*Exercise requirements*.
Return exactly the span of lines in the following data that opens with the line containing "const xMax = Math.max(...points.map((p)" and closes with the line containing "ctx.fill();". Include nothing else.

(Saved entries)
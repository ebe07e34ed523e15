"use client";

import { useEffect, useRef } from "react";
import uPlot from "uplot";
import "uplot/dist/uPlot.min.css";
import type { ScanRatePoint } from "@/lib/document/compare-voltammogram";

interface ScanRatePlotProps {
  points: readonly ScanRatePoint[];
  /** Randles–Ševčík i_p/√v, A (V/s)^−½; null: points only. */
  expectedSlope: number | null;
}

/** Measured forward peak currents (µA) against √v, and the Randles–Ševčík line through 0. */
export default function ScanRatePlot({ points, expectedSlope }: ScanRatePlotProps) {
  const host = useRef<HTMLDivElement>(null);
  useEffect(() => {
    const el = host.current;
    if (!el) return;
    const xMax = Math.max(...points.map((p) => p.sqrtScanRate)) * 1.15;
    const measured = [points.map((p) => p.sqrtScanRate), points.map((p) => p.peakCurrentA * 1e6)];
    const line =
      expectedSlope !== null
        ? [
            [0, xMax],
            [0, expectedSlope * xMax * 1e6],
          ]
        : null;
    const data = [
      null as unknown as number[],
      measured as unknown as number[],
      ...(line ? [line as unknown as number[]] : []),
    ] as uPlot.AlignedData;
    const yMax = Math.max(...measured[1], ...(line ? line[1] : []));
    const plot = new uPlot(
      {
        width: Math.min(Math.max(260, el.clientWidth), 480),
        height: 200,
        mode: 2,
        legend: { show: true, live: false },
        hooks: {
          draw: [
            (u: uPlot) => {
              const ctx = u.ctx;
              ctx.save();
              ctx.fillStyle = "#9c5430";
              for (const p of points) {
                ctx.beginPath();
                ctx.arc(
                  u.valToPos(p.sqrtScanRate, "x", true),
                  u.valToPos(p.peakCurrentA * 1e6, "y", true),
                  4.5 * devicePixelRatio,
                  0,
                  2 * Math.PI,
                );
                ctx.fill();
              }
              ctx.restore();
            },
          ],
        },
        scales: { x: { time: false, range: [0, xMax] }, y: { range: [0, yMax * 1.1] } },
        axes: [
          { label: "√v / (V/s)^½", stroke: "#52606d", grid: { stroke: "#e5e7eb" } },
          { label: "ip / µA", stroke: "#52606d", grid: { stroke: "#e5e7eb" }, size: 60 },
        ],
        series: [
          {},
          // Drawn by the hook below: uPlot's own points need a path in its x–y mode.
          { label: "measured", stroke: "#9c5430", paths: () => null, points: { show: false } },
          ...(line
            ? [
                {
                  label: "Randles–Ševčík",
                  stroke: "#1b6964",
                  width: 1.5,
                  dash: [6, 4],
                  points: { show: false },
                },
              ]
            : []),
        ],
      },
      data,
      el,
    );
    return () => plot.destroy();
  }, [points, expectedSlope]);
  return (
    <div
      ref={host}
      className="w-full overflow-hidden"
      data-testid="scan-rate-plot"
      role="img"
      aria-label="Peak current against the square root of the scan rate"
    />
  );
}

*Response*.
    const xMax = Math.max(...points.map((p) => p.sqrtScanRate)) * 1.15;
    const measured = [points.map((p) => p.sqrtScanRate), points.map((p) => p.peakCurrentA * 1e6)];
    const line =
      expectedSlope !== null
        ? [
            [0, xMax],
            [0, expectedSlope * xMax * 1e6],
          ]
        : null;
    const data = [
      null as unknown as number[],
      measured as unknown as number[],
      ...(line ? [line as unknown as number[]] : []),
    ] as uPlot.AlignedData;
    const yMax = Math.max(...measured[1], ...(line ? line[1] : []));
    const plot = new uPlot(
      {
        width: Math.min(Math.max(260, el.clientWidth), 480),
        height: 200,
        mode: 2,
        legend: { show: true, live: false },
        hooks: {
          draw: [
            (u: uPlot) => {
              const ctx = u.ctx;
              ctx.save();
              ctx.fillStyle = "#9c5430";
              for (const p of points) {
                ctx.beginPath();
                ctx.arc(
                  u.valToPos(p.sqrtScanRate, "x", true),
                  u.valToPos(p.peakCurrentA * 1e6, "y", true),
                  4.5 * devicePixelRatio,
                  0,
                  2 * Math.PI,
                );
                ctx.fill();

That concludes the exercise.